Prob had 6-7 lots of platy fry and tbh I think its the shrimp that eat them mostly. Had a single survivor!


----------



## verchap (13 Jul 2010)

_'just'_ 3 oto's, but gained a few other species when they bred because of the recent good weather


----------



## YzemaN (13 Jul 2010)

Lost one oto, probably due to transportation stress, they looked pretty well fed from the LFS. Then I lost 2 out of 10, wild caught - shame on me, Microdevario kubotai. After getting 10 Paracheirodon simulans, of which a couple didn't look too well and died within a couple of days, I suddenly started to lose the Microdevario one by one. After a couple of months I decided to get some Aplocheilichthys normani, but after closer inspection at home I discovered that some of them seemed to be very skinny and had dark blotches on their bellies and I started to lose them one by one, and now there's only two left. But they seem to be fine and I actually saw 1 free swimming fry, but that probably either got eaten or ended up in the filter, I have checked and cleaned the filter (TT EX700) since, and it wasn't there.
All this is pretty new to me. Before that I hardly ever lost a fish


----------



## Polly (19 Jul 2010)

Lost 2 Bleeding heart tetras - at least 6years old, so old age I would think 

Lost 12 Endlers - 1 survived - bad new fish stock, they had white spot but it killed them before we knew what it was 

Gained about 15 Snakeskin guppies and 20 Endler-Snakeskin crosses (accidental, I thought he was too stunted to ever breed) after buying 2 females, they are thriving LOL   have separated males from females to avoid population explosion 

numbers alone don't tell you anything


----------



## wearsbunnyslippers (19 Jul 2010)

in the last year

lost 4 otto's, they never seem to survive.

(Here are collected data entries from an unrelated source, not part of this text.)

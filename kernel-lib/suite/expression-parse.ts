import jsep from 'jsep';
import { findAnalyte, knownAnalytes } from '../chemistry';

/** One node of a parsed expression: ordinary arithmetic over columns. */
export type ExpressionNode =
  | { readonly kind: 'number'; readonly value: number }
  | { readonly kind: 'column'; readonly symbol: string; readonly normalised: boolean }
  | { readonly kind: 'negate'; readonly of: ExpressionNode }
  | { readonly kind: 'binary'; readonly operator: '+' | '-' | '*' | '/' | '^'; readonly left: ExpressionNode; readonly right: ExpressionNode }
  | { readonly kind: 'call'; readonly name: FunctionName; readonly arguments: readonly ExpressionNode[] };

export type FunctionName = 'log10' | 'ln' | 'exp' | 'sqrt' | 'abs' | 'min' | 'max';

const functionNames: readonly FunctionName[] = ['log10', 'ln', 'exp', 'sqrt', 'abs', 'min', 'max'];

/** A fault in an expression: the message holds the expression, the offending piece, and what is allowed. */
export class ExpressionError extends Error {
  override readonly name = 'ExpressionError';
}

// Powers are written ^ (or **) and bind tighter than a product; jsep's own ^ is a bit operation that nothing here uses.
jsep.removeBinaryOp('^');
jsep.addBinaryOp('^', 11, true);
jsep.removeBinaryOp('**');
jsep.addBinaryOp('**', 11, true);

/** Spellings of total iron and water that end in an operator sign: a sign is part of the name when no operand follows it. */
const signedSymbols: readonly (readonly [RegExp, string])[] = [
  [/FeO\*(?=\s*(?:[-+*/^),]|$))/g, 'FeOT'],
  [/Fe2O3\*(?=\s*(?:[-+*/^),]|$))/g, 'Fe2O3T'],
  [/H2O[+](?=\s*(?:[-+*/^),]|$))/g, '[H2O+]'],
  [/H2O-(?=\s*(?:[-+*/^),]|$))/g, '[H2O-]'],
];

const hyphenated = knownAnalytes.map(({ symbol }) => symbol).filter((symbol) => /[a-z]-[A-Z]/.test(symbol));

/** Replaces `(…)N` by `normalised(…)`: the trailing N that means "divided by the reference composition". */
function readNormalisation(written: string): string {
  let text = written;
  for (;;) {
    const end = /\)_?N(?![A-Za-z0-9_])/.exec(text);
    if (end === null) return text;
    let depth = 0;
    let start = end.index;
    for (; start >= 0; start--) {
      if (text[start] === ')') depth++;
      if (text[start] === '(' && --depth === 0) break;
    }
    if (start < 0) throw new ExpressionError(`"${written}" is not a readable expression: a bracket that ends in ")N" is never opened.`);
    text = `${text.slice(0, start)}normalised${text.slice(start, end.index + 1)}${text.slice(end.index + end[0].length)}`;
  }
}

/**
 * Parses ordinary arithmetic over column symbols.
 *
 * Allowed: numbers, `+ - * / ^`, brackets, log10 ln exp sqrt abs min max; column symbols (`Ba`, `Al2O3`, `FeO*`, `87Sr/86Sr`); any other
 * column name in square brackets; `LaN`, `La_N` or `(La/Sm)N` for values divided by a reference composition.
 *
 * @param text the expression
 * @param named expressions that may be used by name, e.g. `{ 'Eu/Eu*': 'EuN/sqrt(SmN*GdN)' }`
 * @throws ExpressionError naming the offending piece
 */
export function parseExpression(text: string, named: Readonly<Record<string, string>> = {}): ExpressionNode {
  if (typeof text !== 'string' || text.trim() === '') throw new ExpressionError('An expression is a text such as "Ba/Th" or "10000*Zr/TiO2"; this one is empty.');
  let written = text;
  for (const name of Object.keys(named).sort((a, b) => b.length - a.length)) written = written.replaceAll(name, `(${named[name]})`);

  const quoted: string[] = [];
  const keep = (symbol: string) => `$${quoted.push(symbol) - 1}`;
  for (const [pattern, symbol] of signedSymbols) written = written.replace(pattern, symbol);
  written = written.replace(/\[([^\]]+)\]/g, (_, name: string) => keep(name.trim()));
  written = written.replace(/\b\d+[A-Z][a-z]?\/\d+[A-Z][a-z]?\b/g, keep);
  for (const symbol of hyphenated) written = written.replaceAll(symbol, () => keep(symbol));
  written = readNormalisation(written);

  let tree: jsep.Expression;
  try {
    tree = jsep(written);
  } catch (error) {
    throw new ExpressionError(`"${text}" is not a readable expression: ${(error as Error).message}.`);
  }
  return build(tree, false, { text, quoted });
}

/** An element symbol with the N of normalisation behind it (`LaN`, `La_N`), or undefined. */
function normalisedElement(name: string): string | undefined {
  const match = /^([A-Z][a-z]?)_?N$/.exec(name);
  return match !== null && findAnalyte(name) === undefined && findAnalyte(match[1])?.kind === 'element' ? match[1] : undefined;
}

function build(node: jsep.Expression, normalised: boolean, from: { text: string; quoted: readonly string[] }): ExpressionNode {
  const fail = (piece: string): never => {
    throw new ExpressionError(`"${from.text}": ${piece}. Allowed are numbers, column symbols, + - * / ^, brackets, and ${functionNames.join(', ')}.`);
  };
  switch (node.type) {
    case 'Literal': {
      const { value, raw } = node as jsep.Literal;
      return typeof value === 'number' ? { kind: 'number', value } : fail(`${raw} is not a number`);
    }
    case 'Identifier': {
      const { name } = node as jsep.Identifier;
      const quotedSymbol = name.startsWith('$') ? from.quoted[Number(name.slice(1))] : undefined;
      if (quotedSymbol !== undefined) return { kind: 'column', symbol: quotedSymbol, normalised };
      const element = normalisedElement(name);
      return element === undefined ? { kind: 'column', symbol: name, normalised } : { kind: 'column', symbol: element, normalised: true };
    }
    case 'UnaryExpression': {
      const { operator, argument } = node as jsep.UnaryExpression;
      const of = build(argument, normalised, from);
      return operator === '-' ? { kind: 'negate', of } : operator === '+' ? of : fail(`the sign ${operator} has no meaning here`);
    }
    case 'BinaryExpression': {
      const { operator, left, right } = node as jsep.BinaryExpression;
      const sign = operator === '**' ? '^' : operator;
      if (sign !== '+' && sign !== '-' && sign !== '*' && sign !== '/' && sign !== '^') return fail(`the operator ${operator} has no meaning here`);
      // The parser does not tell −x^2 from (−x)^2, so neither is guessed.
      if (sign === '^' && left.type === 'UnaryExpression') return fail('a signed base of a power can be read in two ways; write -(x^2), or multiply by hand');
      return { kind: 'binary', operator: sign, left: build(left, normalised, from), right: build(right, normalised, from) };
    }
    case 'CallExpression': {
      const call = node as jsep.CallExpression;
      const name = call.callee.type === 'Identifier' ? (call.callee as jsep.Identifier).name : '';
      if (name === 'normalised' && call.arguments.length === 1) return build(call.arguments[0], true, from);
      const known = functionNames.find((each) => each === name);
      if (known === undefined) return fail(`there is no function "${name || 'of that kind'}"`);
      const wanted = known === 'min' || known === 'max' ? 2 : 1;
      if (call.arguments.length !== wanted) return fail(`${known} takes ${wanted} argument${wanted === 1 ? '' : 's'}, not ${call.arguments.length}`);
      return { kind: 'call', name: known, arguments: call.arguments.map((argument) => build(argument, normalised, from)) };
    }
    default:
      return fail('two expressions stand side by side, or a construct is not arithmetic');
  }
}

/** The column symbols that an expression reads, each once, in order of appearance. */
export function expressionSymbols(node: ExpressionNode): readonly string[] {
  const symbols = new Set<string>();
  const walk = (at: ExpressionNode): void => {
    if (at.kind === 'column') symbols.add(at.symbol);
    else if (at.kind === 'negate') walk(at.of);
    else if (at.kind === 'binary') [at.left, at.right].forEach(walk);
    else if (at.kind === 'call') at.arguments.forEach(walk);
  };
  walk(node);
  return [...symbols];
}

lost 1 cardinal out of 100, probably a bit rough when they were caught.

lost 1 pristella out of 8, no idea why all the other fish are fine.


----------



## a1Matt (19 Jul 2010)

Apprx 100 fish (and 100 shrimp) from my hydor heater sticking in the odd position and frying the tank    

1 Chocolate Gourami (it looked peaky when I bought it, surprised it lasted the few months it did).
2 deformed boraras brigittae that I euthanised.


----------



## chris1004 (19 Jul 2010)

Hi,

I've lost count probably well into the several hundreds possibly even a thousand or more some of which I've culled deliberately, others I've used as food for some of my cats and others just didn't make it.

That's assuming of course 'fry' count. 

Regards Chris.


----------



## Stickleback (19 Jul 2010)

I ate my crayfish.

What could I do? it was eating all my sticklebacks! It deserved it.

It went well with a mini salad of cherry tomatoes and shallots. Mmmmmm.


----------